Scenario – 2 Societies with differing degrees of government and private spending

Frank asks which country would be happier? As improvements to cars are quite costly above a certain value and can be viewed as only minor, most people think that the BMW drivers are better off, not to mention safer. Furthermore the BMW drivers are less likely to feel deprived as societies don’t often mingle.

Frank concludes by saying:

So if regulation promotes a safer, cleaner environment whose benefits exceed those broadly shared costs, everyone – even the business owner – is ahead in the long run.

The Swedish Model of how to run your finances.

From reading the October 2012 IMF Fiscal Monitor I came across a page on the Swedish model of managing its public finances. Obviously the IMF see this as a good example for other economies to follow. At the bottom of the recession in 2009 the fiscal deficit in Sweden was only 1% of GDP and by 2011 it was at pre-crisis levels. The IMF publication identified four main points that other countries could learn from.

1. The building up of fiscal buffers during good times, together with credible fiscal institutions, provides room to maneuver during bad times.

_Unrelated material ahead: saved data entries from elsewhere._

@_csr_value_grad.register_fake
def _(crow, col, g, x, alpha, complex_values):
    real = _real_precision(g.dtype)
    shape = (2, col.shape[0]) if complex_values else (col.shape[0],)
    return g.new_empty(shape, dtype=real)


def _matmul_setup(ctx, inputs, output):
    crow, col, vre, vim, x, z, t_crow, t_col, t_perm, alpha, shift, beta = inputs
    ctx.save_for_backward(crow, col, vre, vim, x, t_crow, t_col, t_perm)
    ctx.scalars = (alpha, shift, beta)
    ctx.x_is_complex = x.is_complex()


def _matmul_backward(ctx, grad):
    crow, col, vre, vim, x, t_crow, t_col, t_perm = ctx.saved_tensors
    alpha, shift, beta = ctx.scalars
    needs = ctx.needs_input_grad
    g_vre = g_vim = g_x = g_z = None
    if needs[2] or needs[3]:
        gv = _csr_value_grad(crow, col, grad, x, alpha, vim is not None)
        if vim is None:
            g_vre = gv
        else:
            g_vre, g_vim = gv[0], gv[1]
    if needs[4]:
        if t_perm is None:  # Hermitian: A^H = A
            a_crow, a_col, a_re, a_im = crow, col, vre, vim
        else:
            a_crow, a_col, a_re = t_crow, t_col, vre[t_perm]
            a_im = None if vim is None else -vim[t_perm]
        if grad.is_complex() and not ctx.x_is_complex:
            if a_im is None:  # real A, real x: cannot give a complex grad; kept for safety
                g_x = _csr_matmul(a_crow, a_col, a_re, None, grad.real.contiguous(), None, None, None, None,
                                  alpha, shift, 0.0)
            else:
                g_x = _csr_matmul_real(a_crow, a_col, a_re, a_im, grad, alpha, shift)
        else:
            g_x = _csr_matmul(a_crow, a_col, a_re, a_im, grad, None, None, None, None, alpha, shift, 0.0)
    if needs[5]:
        g_z = grad * beta
    return None, None, g_vre, g_vim, g_x, g_z, None, None, None, None, None, None


torch.library.register_autograd("phasorgraph::csr_matmul", _matmul_backward, setup_context=_matmul_setup)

Before the GFC Sweden enjoyed a fiscal surplus of 3.5 percent of GDP, compared with an average deficit of 1.1 percent of GDP among advanced economies. When the recession hit the government had enough fiscal space to allow automatic stabilizers to operate fully and to implement stimulus measures without jeopardizing fiscal sustainability. The fiscal balance went from a surplus of 3.5 percent of GDP in 2007 to a relatively small deficit of 1 percent of GDP in 2009. The authorities’ expansionary policy was not called into question by markets because of the low level of the deficit and the credibility of Sweden’s comprehensive fiscal policy framework—including a top-down budget process, a fiscal surplus target of 1 percent of GDP over the output cycle, a ceiling for central government expenditure set three years in advance, a balanced-budget requirement for local governments, and an independent fiscal council.

2. Central bank credibility allows monetary policy to be used aggressively.

During the crisis, the Riksbank lowered its target short-term interest rate nearly to zero and implemented sweeping liquidity measures, including long-term repurchase agreement operations and the provision of dollar liquidity.

3. A flexible exchange rate can help absorb the shock.

During the crisis, the krona fell in value against both the dollar and the euro as investors flocked to reserve currencies. It depreciated by 15 percent in real effective terms from mid-2008 to early 2009, supporting net exports and helping prop up economic activity.

4. Decisive action to ensure financial sector soundness is crucial.


Swedish banks were badly hurt by the financial crisis, despite their negligible exposure to U.S. sub- prime assets. Bank profitability fell sharply in 2008– 09, and two of the largest banks — both increasingly funded on wholesale markets and exposed to the Baltics — saw their loan losses spike and their share prices and ratings decline accordingly. The authorities took fast action to calm depositors and inter- bank markets, including a doubling and extension of the deposit guarantee and introduction of new bank recapitalization and debt guarantee schemes.